### [Activity]
Below is a block of records; repeat each one exactly.

(Collected data)
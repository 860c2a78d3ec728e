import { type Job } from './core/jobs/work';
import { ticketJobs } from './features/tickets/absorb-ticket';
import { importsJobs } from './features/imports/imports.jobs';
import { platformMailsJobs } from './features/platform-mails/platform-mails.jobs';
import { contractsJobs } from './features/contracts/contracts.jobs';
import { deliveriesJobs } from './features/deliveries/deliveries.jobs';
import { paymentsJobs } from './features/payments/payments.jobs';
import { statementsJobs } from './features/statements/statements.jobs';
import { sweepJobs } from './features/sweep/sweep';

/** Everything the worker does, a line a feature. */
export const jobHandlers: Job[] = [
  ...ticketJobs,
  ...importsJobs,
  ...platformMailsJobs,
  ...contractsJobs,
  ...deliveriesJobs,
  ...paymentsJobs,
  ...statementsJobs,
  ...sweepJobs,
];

### [Your response]
repository 860c2a78d3ec728e
import { type Job } from './core/jobs/work';
import { ticketJobs } from './features/tickets/absorb-ticket';
import { importsJobs } from './features/imports/imports.jobs';
import { platformMailsJobs } from './features/platform-mails/platform-mails.jobs';
import { contractsJobs } from './features/contracts/contracts.jobs';
import { deliveriesJobs } from './features/deliveries/deliveries.jobs';
import { paymentsJobs } from './features/payments/payments.jobs';
import { statementsJobs } from './features/statements/statements.jobs';
import { sweepJobs } from './features/sweep/sweep';

/** Everything the worker does, a line a feature. */
export const jobHandlers: Job[] = [
  ...ticketJobs,
  ...importsJobs,
  ...platformMailsJobs,
  ...contractsJobs,
  ...deliveriesJobs,
  ...paymentsJobs,
  ...statementsJobs,
  ...sweepJobs,
];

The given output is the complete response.